Who is your performative wokeness for?
Why virtue signalling is problematic.
By Nivetha Tilakkumar / 20 October 2020
We live in a time when what we post on social media matters.
George Floyd’s death on 25 May 2020 sparked a new upsurgence in the Black Lives Matter movement. More and more people were becoming aware of the atrocities of police brutality and systemic racism. Social media proved to be a useful tool to spread awareness of Black Lives Matter but, as always, it became evident that many people were engaging in performative wokeness.
Performative wokeness, or virtue signalling, is a way people can appear to be ‘woke’ or politically correct without actually engaging in discourse around the subject. This ‘wokeness’ is dangerous because it provides a façade behind which we can do the bare minimum whilst appearing to do more. It suggests an artificiality to our compassion and humanitarianism, and most of all suggests a temporality. This type of wokeness is dripping in privilege: the person in question is able to jump on and off the ‘woke’ bandwagon when it suits their image best. Meanwhile, those impacted by the social injustice that the performative wokeness claims to combat have no choice but to suffer. To put it plainly, to perform one’s ‘wokeness’ is a choice and that choice to engage in these topics is a privilege.

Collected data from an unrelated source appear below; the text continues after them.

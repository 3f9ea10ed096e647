import { describe, expect, it } from "vitest";
import { nearestSimpleOrder, readSimpleOrder } from "./simple-orders";

const order = (estimate: number, half: number | null) => ({
  estimate,
  standardError: half,
  interval: half === null ? null : ([estimate - half, estimate + half] as const),
  level: 0.95,
});

describe("the nearest simple order", () => {
  it.each([
    [0.97, 1],
    [1.3, 1.5],
    [0.74, 0.5],
    [0.75, 1],
    [0.25, 0],
    [1.75, 2],
    [2.6, 3],
    [-0.3, -0.5],
    [-7, -1],
    [4, 3],
  ])("of %d is %d, the whole one of two equally close", (value, nearest) => {
    expect(nearestSimpleOrder(value)).toBe(nearest);
  });
});

describe("what may be said of it", () => {
  it("'is' needs an interval that contains it, excludes every other and is narrow", () => {
    expect(readSimpleOrder(order(0.965, 0.049), false)).toBe("is");
    expect(readSimpleOrder(order(0.98, 0.24), false)).toBe("is");
    expect(readSimpleOrder(order(1.02, 0.26), false)).toBe("consistent");
    expect(readSimpleOrder(order(0.8, 0.31), false)).toBe("consistent");
    // Around 2.6 the simple orders are sparse: narrow enough is a condition of its own.
    expect(readSimpleOrder(order(2.9, 0.3), false)).toBe("consistent");
  });

  it("an interval that excludes it, or none at all, leaves it the nearest", () => {
    expect(readSimpleOrder(order(0.9, 0.05), false)).toBe("nearest");
    expect(readSimpleOrder(order(1, null), false)).toBe("nearest");
  });

  it("without an estimate nothing is said", () => {
    const nothing = { estimate: null, standardError: null, interval: null, level: 0.95 };
    expect(readSimpleOrder(nothing, false)).toBe("undetermined");
  });

  it("an exact table is compared with a tolerance of 1e-9, and no more", () => {
    expect(readSimpleOrder(order(1 + 5e-15, 1e-15), true)).toBe("is");
    expect(readSimpleOrder(order(1 + 5e-15, 1e-15), false)).toBe("nearest");
    expect(readSimpleOrder(order(1 + 1e-6, 1e-15), true)).toBe("nearest");
  });
});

The following days after George Floyd’s murder, my Instagram feed was full of posts supporting Black Lives Matter, posts calling for the defunding of police, posts calling for racial justice and highlighting racial inequalities in our society. At first glimpse, it looked like hope: a hope that maybe, just maybe, people were beginning to get it. It looked like things were going to change and racial discourses would continue. However, I remember the outcry on social media when it was Trayvon Martin, Tamir Rice, Eric Garner, Philando Castille, Breonna Taylor; I remember the swift silence after a few weeks. In fact, as I was researching for this article, I typed into Google ‘performative wokeness’ and articles from 2014 about the dangers of the term popped up. People have been performing their activism online for years, so why do they continue to do so? I watched on social media as the whole world jumped on the Black Lives Matter bandwagon for the month of June and then went back to posting pictures of summer fun.
To make it worse, I saw people outraged on social media shouting ‘Black Lives Matter’ but not one word about the transgender black people who were victims of transphobic violence.
Black transwomen face more discrimination than their white counterparts due to prejudices directed at their gender and their skin colour. This year alone, over 30 transgender women of colour have been killed and I hardly saw anything on social media about it. People continued to perform their activism but limited it as if we could not support black lives and transgender lives together. The thing is, we cannot limit our activism. Activism does not mean we have to support one and not the other. If we are crying out ‘Black Lives Matter’, we must acknowledge that All Black Lives Matter and we must do everything we can to dismantle racist and queerphobic systemic structures in society.
It is now Black History Month and I have seen a resurgence in online activism. I have seen white people on my social media post more about equality for black people. I have seen Channel 4 advertising their ‘Black Pride’ boxsets. I have seen publications posting more articles about Black History. But when November comes around, I know all this will end. And if you’re reading this thinking that you don’t perform your ‘wokeness’ you should think again, because we can all unlearn and learn again. Activism isn’t just a few weeks of keeping up a righteous Instagram feed – that is just laziness and self-obsession. Genuine activism is a sustained process. White people have the privilege to choose when to support these causes but for black people and for many people of colour, we don’t have that choice. Police brutality, transphobic violence and racism are systemically engrained in our society and if we choose to act to dismantle it, we must remain committed.
To those wondering how to stay committed, it is so important to engage in conversations about racial inequality, no matter how uncomfortable they are. Talk about it with your friends, your family, your colleagues, even. It is not the job of your black friends to explain things to you or for you. You should have these conversations of your own accord. There are so many resources, books, shows and films which are so useful so take the time to unlearn systemic racism and to relearn anti-racist behaviour. Protest, donate, attend a webinar, do whatever you can to be actively anti-racist because posting a story to show your ‘support’ does nothing. Activism is not a performance to make oneself look like a better person: it is a must for equality.